Hey! Don't muck with the DAC adjustment, unless you are prepared
to do a full calibration!

It is not supposed to be +1.25 and -1.25 volts, but rather a 2.500V span.

Sure, if you are a perfectionist, and diddle with the 10K reference
resistor values, and put in perfect opamps, it can achieve those values,
but that is not a necessary goal: 2.500V span when doing the calibration
routine is the necessary goal. -1.25 and +1.36V references that are *stable*
is the goal, as any errors in them get stored in the calibration constants,
and as such calibrated out, when the scope is calibrated.

Any tweaking, or replacement of DAC parts that you do will require a
full calibration of your scope. Why? Because you have no idea what they
were like when it was last calibrated.

If they were on the low (or high) side of spec when last calibrated, and
you adjust them to be right on, with a DVM that was on the high (low) side
of spec), they errors could add up to be wrong enough to perform poorly.

-Chuck Harris

OK understood. I have not touched the adjustment at R2010. Only replaced both 10K 0.1% resistors (the original ones where both open). Also replaced R2016 1K 1% because I pulled it out by mistake and one of the contacts looked a bit iffy, so that one was also needing replacement anyway. The original value of this last resistor checked on my HP3478A was 1.00248K and the substitute measured 1.00302K, so only a 0.0539% difference between them. The voltages from the +1.36 and -1.25 references did not vary very much from what the where while still using the temporary 5% resistors. I initially had +1.3848 and now it is 1.3836v. And -1.2688 went to -1.2681v. Not much of a difference.

I was looking at the procedure to check the 2.5V DAC voltage span in the service manual (page 5-3) and plan on verifying it at pin 13 of J119. But I will not be making any adjustments to it, since as explained above this might actually be detrimental and worsen the calibration state of the scope. So for now I will only record the voltage range, and they will stay as is.

I have received my new GQ-4X4 programmer, and the DS1225 from Mouser, but before I pull out my original NVRAM still need the machined 28-DIP socket which I had to reorder as I messed up the PN, and also ordered a FW16W08 FRAM to play with and an Aries SOIC to DIP converter board.

After getting the cal data rewritten on a fresh D1225 I am assuming I will have to tackle the power supply caps next. Sometimes see a very small almost unnoticeable horizontal jitter on a displayed waveform, so this is probably ripple in one or more power supplies.

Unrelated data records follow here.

/// The legend printed under the markdown tables.
pub const LEGEND: &str = "\
Columns: **rank** within the target (biased cells never outrank unbiased ones; cells with \
fewer than two finished runs rank last); **ok/fail** replicates that finished / failed; \
**rmse** root mean squared error of the posterior-mean estimate over replicates and \
coordinates; **bias p** the cell's p-value of no bias (Bonferroni over its mean coordinates \
and its evidence; the evidence is tested for E[Z-hat] = Z, which allows log Z-hat to run low by \
half its variance); **share** the deciding quantity's bias² / (bias² + sd²); **log Z err** \
mean ± sd of log_evidence − log Z; **var ESS** iid sample size with the same mean-squared \
error (sum of target variances / sum of MSEs); **Kish ESS** the sampler's own final ESS; \
**ESS/s** var ESS per second of run time; **95 % CI** percentile bootstrap interval of the \
ranking metric over replicates; **resamples**, **seconds** means per run. Flags: `biased` \
(bias p ≤ 0.001 for a quantity whose share exceeds 0.1: an unbiased cell is flagged with \
probability at most 0.001), `tie` (an unbiased cell whose interval overlaps that of the top \
row), `overconfident-ess` (Kish ESS more than twice var ESS), `failed-runs` (some replicates \
failed), `too-few-runs` (fewer than two finished: nothing can be judged).";

/// Render the ranking as markdown in the [`TableView::Auto`] view: one section per target
/// outside a sweep, one sweep table per sweep.
pub fn render_markdown(results: &Results, ranking: &Ranking) -> String {
    render_markdown_view(results, ranking, TableView::Auto)
}

/// Render the ranking as markdown: the study line, then one section per target or per sweep
/// as `view` asks, then the legend.
pub fn render_markdown_view(results: &Results, ranking: &Ranking, view: TableView) -> String {
    let (axes, common) = axes_and_common(results);
    let study = &results.header.study;
    let n_cells = study.grid.iter().map(|(_, v)| v.len()).product::<usize>();
    let metric = ranking.metric;
    let mut out = String::new();
    let raced = study.race.is_some();
    let _ = writeln!(
        out,
        "## Study `{}`: {} target{} × {} cell{} × {}{} replicates{}\n",
        study.name,
        results.header.targets.len(),
        if results.header.targets.len() == 1 {
            ""
        } else {
            "s"
        },
        n_cells,
        if n_cells == 1 { "" } else { "s" },
        if raced { "up to " } else { "" },
        study.replicates,
        if raced {
            format!(
                " (raced: {} of the full grid's {} runs)",
                results.runs.len(),
                results.header.targets.len() * n_cells * study.replicates as usize
            )
        } else {
            String::new()
        }
    );
    let _ = writeln!(
        out,
        "Ranked by `{}` ({} is better). Settings common to every cell: {}.\n",
        metric.name(),
        if metric.higher_is_better() {
            "higher"
        } else {
            "lower"
        },
        common
            .iter()
            .map(|(k, v)| format!("{k} = {v}"))
            .collect::<Vec<_>>()
            .join(", ")
    );
    let sweeps = results.header.sweeps();
    let mut sweep_tables = 0usize;
    for (ti, t) in results.header.targets.iter().enumerate() {
        if view != TableView::Targets {
            match sweeps.iter().find(|s| s.targets.contains(&ti)) {
                Some(s) => {
                    if s.targets.first() == Some(&ti) {
                        out.push_str(&sweep::render_markdown(results, ranking, s, &axes));
                        sweep_tables += 1;
                    }
                    continue;
                }
                None if view == TableView::Sweeps => continue,
                None => {}
            }
        }
        let rows: Vec<&Row> = ranking
            .rows
            .iter()
            .filter(|r| r.target == t.label)
            .collect();
        if rows.is_empty() {
            continue;
        }
        let _ = writeln!(
            out,
            "### {} ({}, d = {}{})\n",
            t.label,
            t.family,
            t.dim,
            t.log_z
                .map_or(String::new(), |z| format!(", log Z = {}", fmt_num(z, 6)))
        );
        if let Some(r) = &t.reference_run {
            let worst = r
                .mean_se
                .as_ref()
                .map(|v| v.iter().copied().fold(0.0, f64::max));
            let _ = writeln!(
                out,
                "Scores are relative to a reference run, not exact values: {} pooled runs of {} \
                 particles (`{}`); its own standard error, up to {} on the mean{}, is included \
                 in bias z.\n",
                r.runs,
                r.particles,
                r.file,
                worst.map_or("–".into(), |w| fmt_num(w, 2)),
                r.log_z_se.map_or(String::new(), |s| format!(
                    " and {} on log Z",
                    fmt_num(s, 2)
                ))
            );
        } else if t.mean.is_none() && t.log_z.is_none() {
            let _ = writeln!(
                out,
                "No reference values are known for this target, so accuracy is not scored; add \
                 a [reference] table to the study to score against a reference run.\n"
            );
        }
        let mut b = Builder::default();
        let mut head: Vec<String> = vec!["rank".into()];
        head.extend(axes.iter().cloned());
        head.extend(
            [
                "ok/fail",
                "rmse",
                "bias p",
                "share",
                "log Z err",
                "var ESS",
                "Kish ESS",
                "ESS/s",
                &format!("95 % CI of {}", metric.name()),
                "resamples",
                "seconds",
                "flags",
            ]
            .map(String::from),
        );
        if raced {
            head.push("race".into());
        }
        b.push_record(head);
        for r in rows {
            let s = &r.scores;
            let mut rec: Vec<String> = vec![r.rank.to_string()];
            for a in &axes {
                rec.push(r.settings.get(a).map_or_else(String::new, value_text));
            }
            let logz = match (s.log_z_error_mean, s.log_z_error_sd) {
                (Some(m), Some(sd)) => format!("{} ± {}", fmt_num(m, 3), fmt_num(sd, 2)),
                (Some(m), None) => fmt_num(m, 3),
                _ => "–".into(),
            };
            let ci = match r.interval {
                Some((lo, hi)) => format!("[{}, {}]", fmt_num(lo, 3), fmt_num(hi, 3)),
                None => "–".into(),
            };
            rec.extend([
                format!("{}/{}", s.replicates_ok, s.replicates_failed),
                opt(s.rmse_mean, 3),
                opt(s.bias_p, 2),
                opt(s.bias_share, 2),
                logz,
                opt(s.variance_ess, 3),
                opt(s.kish_ess, 3),
                opt(s.ess_per_second, 3),
                ci,
                opt(s.resamples, 3),
                opt(s.seconds, 3),
                r.flags.join(", "),
            ]);
            if raced {
                rec.push(
                    r.eliminated
                        .as_ref()
                        .map_or_else(String::new, |e| elimination_text(e, &axes, metric)),
                );
            }
            b.push_record(rec);
        }
        let mut table = b.build();
        table.with(Style::markdown());
        let _ = writeln!(out, "{table}\n");
    }
    if sweep_tables > 0 {
        let _ = writeln!(out, "{}\n", sweep::LEGEND);
    }
    let _ = writeln!(out, "{LEGEND}");
    if raced {
        let _ = writeln!(out, "\n{RACE_LEGEND}");
    }
    out
}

I last time the scope was open also took a glance into the power supply board and noticed I do have the infamous RIFA exploding caps and at least the one that sits closer to the angle I was able to peer onto the board shows the typical small cracks. I'm on 120V so I understand the risk of them exploding is less than on 220v mains, but I will replace them asap once I have all the other PS caps on hand as well. Already have the replacements for those, but since pulling out the PS boards as a pair its not exactly easy, will probably wait until I have all the required elco caps on hand as well and get it done once.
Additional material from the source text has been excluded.